→ Task prompt
Print this span of the material below exactly: the line with "bounded pieces: each", the line with "repository f1f3ad87c7d447d9", and every line between them, but nothing else.

Content starts

//! The verdict alone (`assess::Detail::Verdict`, what the dashboard, the text of
//! `status --follow` and the demo compute at every look) is the full assessment with
//! every method but the deciding one left out of `bounds`, and `assess::every_method`
//! gives back exactly the rows left out, cell by cell. Checked on prefixes of the
//! invented lakeside sample (weights, populations, minimums, unplanned cells), with
//! and without its weight column, under every deciding method.

#![allow(clippy::unwrap_used, clippy::expect_used, clippy::panic)]

use std::path::PathBuf;

use closeout::assess::{self, Detail, Snapshot};
use closeout::bounds::Method;
use closeout::study::Study;
use closeout::tally::{self, Tally};
use proptest::prelude::*;

fn sample_dir() -> PathBuf {
    PathBuf::from(env!("CARGO_MANIFEST_DIR")).join("sample-data/lakeside-residents")
}

/// The sample study, with its weight column or without it.
fn study(weighted: bool) -> Study {
    let path = sample_dir().join("study.toml");
    let text = std::fs::read_to_string(&path).unwrap();
    let text = if weighted {
        text
    } else {
        text.replace("weight = \"weight\"\n", "")
    };
    Study::parse(&text, &path).unwrap()
}

/// The first `rows` responses of the sample, tallied.
fn tally_of(study: &Study, rows: usize) -> Tally {
    let text = std::fs::read_to_string(sample_dir().join("responses.csv")).unwrap();
    let prefix: String = text.split_inclusive('\n').take(rows + 1).collect();
    let (_, t) = tally::tally_csv(
        |h| study.layout(h),
        prefix.as_bytes(),
        study.source.delimiter,
    )
    .unwrap();
    t
}

/// The snapshot with only the deciding method's row kept in each `bounds`.
fn deciding_rows_only(mut s: Snapshot) -> Snapshot {
    let decide_by = s.decide_by;
    for cell in &mut s.cells {
        for m in &mut cell.measures {
            m.bounds.retain(|b| b.method == decide_by);
        }
    }
    s
}

fn check(weighted: bool, rows: usize, method: usize) {
    let study = study(weighted);
    let tally = tally_of(&study, rows);
    let decide_by = Method::ALL[method];
    let as_of = "2026-05-15T18:00:00Z".parse().unwrap();
    let full = assess::assess_by(&study, &tally, as_of, decide_by);
    let verdict = assess::assess_with(&study, &tally, as_of, decide_by, Detail::Verdict);
    assert_eq!(verdict, deciding_rows_only(full.clone()));
    for cell in &full.cells {
        let rows = assess::every_method(&study, &tally, &verdict, &cell.label);
        let expected: Vec<_> = cell.measures.iter().map(|m| m.bounds.clone()).collect();
        assert_eq!(rows, expected, "{}", cell.label);
    }
    assert!(assess::every_method(&study, &tally, &verdict, "no such cell").is_empty());
}

#[test]
fn the_whole_sample_under_its_own_method() {
    check(
        true,
        900,
        Method::ALL
            .iter()
            .position(|&m| m == Method::Wilson)
            .unwrap(),
    );
    check(false, 900, 0);
}

proptest! {
    #![proptest_config(ProptestConfig { cases: 24, rng_seed: proptest::test_runner::RngSeed::Fixed(11), ..ProptestConfig::default() })]

    #[test]
    fn the_verdict_alone_is_the_full_assessment_less_the_other_methods(
        weighted in any::<bool>(),
        rows in 0usize..=900,
        method in 0..Method::ALL.len(),
    ) {
        check(weighted, rows, method);
    }
}
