/// The one-shot read and the follower share one record reader, so the awkward bytes
/// the follower handles — a second header (two exports concatenated), a NUL run after
/// a truncating rotation, a record over the size limit — give the same tally either
/// way. The only difference is the end of input: a finished file's last record
/// without a line end counts in the one-shot read, and the follower holds it back
/// until its line end arrives.
#[test]
fn the_one_shot_read_and_the_follower_agree_on_awkward_bytes() {
    let f = fixture();
    let mut bytes = FIRST.to_vec();
    bytes.extend_from_slice(b"id,region,q1,t\n");
    bytes.extend_from_slice(b"\0\0\0\0\0\0");
    bytes.extend_from_slice(b"h,north,y,2026-05-01T11:00:00Z\n");
    bytes.extend_from_slice(b"i,north,\"");
    bytes.extend(std::iter::repeat_n(
        b'x',
        (closeout::follow::RECORD_LIMIT + 10) as usize,
    ));
    bytes.extend_from_slice(b"\",2026-05-01T11:05:00Z\n");
    bytes.extend_from_slice(b"j,south,n,2026-05-01T11:10:00Z");
    std::fs::write(&f.csv, &bytes).unwrap();
    let mut live = Live::new(f.study.clone());
    for _ in 0..100 {
        poll(&mut live);
        if live.caught_up() {
            break;
        }
    }
    let one_shot = fresh(&f.study);
    // The unterminated last record is the one difference.
    assert_eq!(one_shot.rows_read, live.tally().rows_read + 1);
    append(&f.csv, b"\n");
    poll(&mut live);
    assert_eq!(live.tally(), &fresh(&f.study));
    assert_eq!(one_shot, fresh(&f.study));
    assert_eq!(one_shot.rejected, 3, "bad time, field count, too long");
    assert_eq!(live.repeated_headers(), 1);
}

/// A first read larger than one `Live::poll` reads comes back in bounded pieces: each
/// poll returns with `caught_up` false until the end, `bytes_read` grows towards
/// `file_size` (what a progress gauge shows), and the tally at the end equals the
/// one-shot read, ids and duplicates included.
#[test]
fn a_long_first_read_shows_its_progress_between_polls() {
    let f = fixture();
    let mut text = b"id,region,q1,t\n".to_vec();
    // 4 KiB per follower poll, so a Live::poll reads 256 KiB.
    let read_limit = 4096;
    let piece = read_limit * closeout::live::POLLS_AT_ONCE as u64;
    let mut i = 0u64;
    while (text.len() as u64) < piece * 2 + 1000 {
        // Every 97th id repeats an earlier one; times run over several hours.
        let id = if i % 97 == 5 { i / 2 } else { i };
        let region = ["north", "south", "east"][(i % 3) as usize];
        let answer = ["y", "n", ""][(i % 5 % 3) as usize];
        text.extend_from_slice(
            format!(
                "r{id},{region},{answer},2026-05-01T{:02}:{:02}:00Z\n",
                8 + i / 2_000 % 12,
                i % 60
            )
            .as_bytes(),
        );
        i += 1;
    }
    append(&f.csv, &text);
    let follower = Follower::new(&f.csv, b',').with_read_limit(read_limit);
    let mut live = Live::with_follower(f.study.clone(), follower);
    let mut seen = Vec::new();
    loop {
        poll(&mut live);
        seen.push((live.bytes_read(), live.file_size()));
        if live.caught_up() {
            break;
        }
    }
    let size = text.len() as u64;
    assert_eq!(seen.len(), 3, "{seen:?}");
    assert!(seen.windows(2).all(|w| w[0].0 < w[1].0), "{seen:?}");
    assert!(seen.iter().all(|&(_, s)| s == Some(size)));
    assert_eq!(seen[0].0, piece);
    assert_eq!(seen[2].0, size);
    let t = live.tally();
    assert_eq!(t, &fresh(&f.study));
    assert!(t.duplicates > 0);
    assert_eq!(t.rows_read, i);
}
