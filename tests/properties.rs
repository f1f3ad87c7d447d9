//! Invariants of the margin engine that hold for every input: no NaN, no panic, ends
//! inside [0, 1], the mirror symmetry lower(S, n) = 1 − upper(n − S, n), the
//! always-true bounds with a population, and a zero margin once the whole population
//! has answered.

#![allow(clippy::unwrap_used, clippy::expect_used, clippy::panic)]

use closeout::bounds::{self, Level, Method, Query};
use proptest::prelude::*;

fn level(delta: f64) -> Level {
    Level::from_delta(delta).expect("valid delta")
}

/// n from three ranges so that small, medium and very large counts all occur.
fn counts() -> impl Strategy<Value = (u64, u64)> {
    prop_oneof![
        (1u64..=300).prop_flat_map(|n| (0..=n, Just(n))),
        (301u64..=20_000).prop_flat_map(|n| (0..=n, Just(n))),
        (1_000_000u64..=10_000_000)
            .prop_flat_map(|n| (prop_oneof![0..=5u64, (n - 5)..=n, 0..=n], Just(n))),
    ]
}

fn deltas() -> impl Strategy<Value = f64> {
    prop_oneof![
        Just(0.05),
        Just(0.1),
        Just(0.01),
        Just(1e-6),
        Just(1e-12),
        1e-12f64..0.5
    ]
}

proptest! {
    #![proptest_config(ProptestConfig { cases: 192, rng_seed: proptest::test_runner::RngSeed::Fixed(20261201), ..ProptestConfig::default() })]

    #[test]
    fn every_interval_is_finite_ordered_and_in_the_unit_interval((s, n) in counts(), delta in deltas()) {
        let q = Query::new(s, n, level(delta)).expect("valid query");
        for row in bounds::intervals(&q) {
            let Ok(i) = row else { continue };
            prop_assert!(i.lower.is_finite() && i.upper.is_finite() && i.margin.is_finite(), "{i:?}");
            prop_assert!(0.0 <= i.lower && i.lower <= i.upper && i.upper <= 1.0, "{i:?}");
            let p = s as f64 / n as f64;
            prop_assert!(i.lower <= p + 1e-12 && p <= i.upper + 1e-12, "estimate outside: {i:?} p={p}");
            prop_assert!(i.margin >= 0.0 && i.margin <= 1.0);
        }
    }

    #[test]
    fn mirror_symmetry_holds_for_every_method((s, n) in counts(), delta in deltas()) {
        let a = bounds::intervals(&Query::new(s, n, level(delta)).expect("valid"));
        let b = bounds::intervals(&Query::new(n - s, n, level(delta)).expect("valid"));
        for (x, y) in a.iter().zip(&b) {
            match (x, y) {
                (Ok(x), Ok(y)) => {
                    prop_assert!((x.lower - (1.0 - y.upper)).abs() < 1e-12, "{x:?} vs {y:?}");
                    prop_assert!((x.upper - (1.0 - y.lower)).abs() < 1e-12, "{x:?} vs {y:?}");
                    prop_assert!((x.margin - y.margin).abs() < 1e-12, "{x:?} vs {y:?}");
                }
                (Err(_), Err(_)) => {}
                _ => prop_assert!(false, "one side unavailable: {x:?} {y:?}"),
            }
        }
    }

    #[test]
    fn finite_population_intervals_respect_the_always_true_bounds(
        (s, n) in (1u64..=400).prop_flat_map(|n| (0..=n, Just(n))),
        extra in prop_oneof![Just(0u64), 1u64..5, 5u64..5000, 100_000u64..2_000_000],
        delta in deltas(),
    ) {
        let total = n + extra;
        let q = Query::new(s, n, level(delta)).expect("valid").with_population(total).expect("valid");
        let (floor, ceiling) = (s as f64 / total as f64, 1.0 - (n - s) as f64 / total as f64);
        for row in bounds::intervals(&q) {
            let Ok(i) = row else { continue };
            prop_assert!(i.lower >= floor - 1e-15 && i.upper <= ceiling + 1e-15, "{i:?} floor={floor} ceiling={ceiling}");
            prop_assert!(i.lower <= i.upper);
            if extra == 0 {
                prop_assert!(i.margin <= 1e-15, "whole population answered, margin {}: {i:?}", i.margin);
            }
        }
    }
}

#[test]
fn methods_without_a_finite_population_form_say_so() {
    let q = Query::new(40, 100, level(0.05))
        .expect("valid")
        .with_population(500)
        .expect("valid");
    for method in [Method::Bernstein, Method::Binomial] {
        let err = bounds::interval(method, &q).expect_err("no finite-population form");
        assert!(err.reason.contains("finite-population"), "{err}");
    }
}

/// The size search needs the widest margin over every outcome. Check its search
/// against the exhaustive maximum, for every method, at several levels and sizes.
#[test]
fn the_widest_outcome_search_matches_an_exhaustive_scan() {
    let sizes: Vec<u64> = (1..=60)
        .chain([120, 401, 402, 650, 999, 1500, 2400])
        .collect();
    for delta in [0.05, 0.01, 1e-6] {
        for &n in &sizes {
            for method in Method::ALL {
                let l = level(delta);
                let Ok(found) = bounds::widest_margin(method, n, l, None) else {
                    continue;
                };
                let mut exhaustive: f64 = 0.0;
                for s in 0..=n {
                    let q = Query::new(s, n, l).expect("valid");
                    if let Ok(i) = bounds::interval(method, &q) {
                        exhaustive = exhaustive.max(i.margin);
                    }
                }
                assert!(
                    found >= exhaustive - 1e-15,
                    "{method} n={n} δ={delta}: search {found} < exhaustive {exhaustive}"
                );
            }
        }
    }
}

#[test]
fn no_response_yet_gives_no_interval() {
    let q = Query::new(0, 0, level(0.05)).expect("valid");
    assert!(bounds::intervals(&q).iter().all(|r| r.is_err()));
}

#[test]
fn bad_queries_are_refused_with_a_clear_message() {
    let e = Query::new(5, 4, level(0.05)).expect_err("S > n");
    assert!(
        e.to_string().contains("'5'") && e.to_string().contains("'4'"),
        "{e}"
    );
    let e = Query::new(5, 10, level(0.05))
        .expect("valid")
        .with_population(9)
        .expect_err("N < n");
    assert!(e.to_string().contains("population '9'"), "{e}");
    assert!(Level::from_confidence(1.0).is_err() && Level::from_confidence(0.0).is_err());
    assert!(Level::from_confidence(f64::NAN).is_err());
}

#[test]
fn confidence_is_held_as_its_decimal_complement() {
    // 1 − 0.95 in binary floating point is 0.050000000000000044; the level keeps 0.05.
    assert_eq!(Level::from_confidence(0.95).expect("valid").delta(), 0.05);
    assert_eq!(Level::from_confidence(0.999).expect("valid").delta(), 0.001);
    assert_eq!(Level::from_confidence(0.9).expect("valid").delta(), 0.1);
}

#[test]
fn splitting_delta_over_cells() {
    let l = level(0.05);
    assert!((l.split(10, bounds::Split::Bonferroni).delta() - 0.005).abs() < 1e-18);
    // Šidák: 1 − 0.95^(1/10) = 0.005116196891… (closed form, evaluated by hand with
    // the identity −expm1(ln(0.95)/10)); it is always a little above Bonferroni.
    let sidak = l.split(10, bounds::Split::Sidak).delta();
    assert!((sidak - (1.0 - 0.95f64.powf(0.1))).abs() < 1e-15);
    assert!(sidak > 0.005);
}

Content ends

→ Your response
/// A first read larger than one `Live::poll` reads comes back in bounded pieces: each
/// poll returns with `caught_up` false until the end, `bytes_read` grows towards
/// `file_size` (what a progress gauge shows), and the tally at the end equals the
/// one-shot read, ids and duplicates included.
#[test]
fn a_long_first_read_shows_its_progress_between_polls() {
    let f = fixture();
    let mut text = b"id,region,q1,t\n".to_vec();
    // 4 KiB per follower poll, so a Live::poll reads 256 KiB.
    let read_limit = 4096;
    let piece = read_limit * closeout::live::POLLS_AT_ONCE as u64;
    let mut i = 0u64;
    while (text.len() as u64) < piece * 2 + 1000 {
        // Every 97th id repeats an earlier one; times run over several hours.
        let id = if i % 97 == 5 { i / 2 } else { i };
        let region = ["north", "south", "east"][(i % 3) as usize];
        let answer = ["y", "n", ""][(i % 5 % 3) as usize];
        text.extend_from_slice(
            format!(
                "r{id},{region},{answer},2026-05-01T{:02}:{:02}:00Z\n",
                8 + i / 2_000 % 12,
                i % 60
            )
            .as_bytes(),
        );
        i += 1;
    }
    append(&f.csv, &text);
    let follower = Follower::new(&f.csv, b',').with_read_limit(read_limit);
    let mut live = Live::with_follower(f.study.clone(), follower);
    let mut seen = Vec::new();
    loop {
        poll(&mut live);
        seen.push((live.bytes_read(), live.file_size()));
        if live.caught_up() {
            break;
        }
    }
    let size = text.len() as u64;
    assert_eq!(seen.len(), 3, "{seen:?}");
    assert!(seen.windows(2).all(|w| w[0].0 < w[1].0), "{seen:?}");
    assert!(seen.iter().all(|&(_, s)| s == Some(size)));
    assert_eq!(seen[0].0, piece);
    assert_eq!(seen[2].0, size);
    let t = live.tally();
    assert_eq!(t, &fresh(&f.study));
    assert!(t.duplicates > 0);
    assert_eq!(t.rows_read, i);
}
filename tests/properties.rs
repository f1f3ad87c7d447d9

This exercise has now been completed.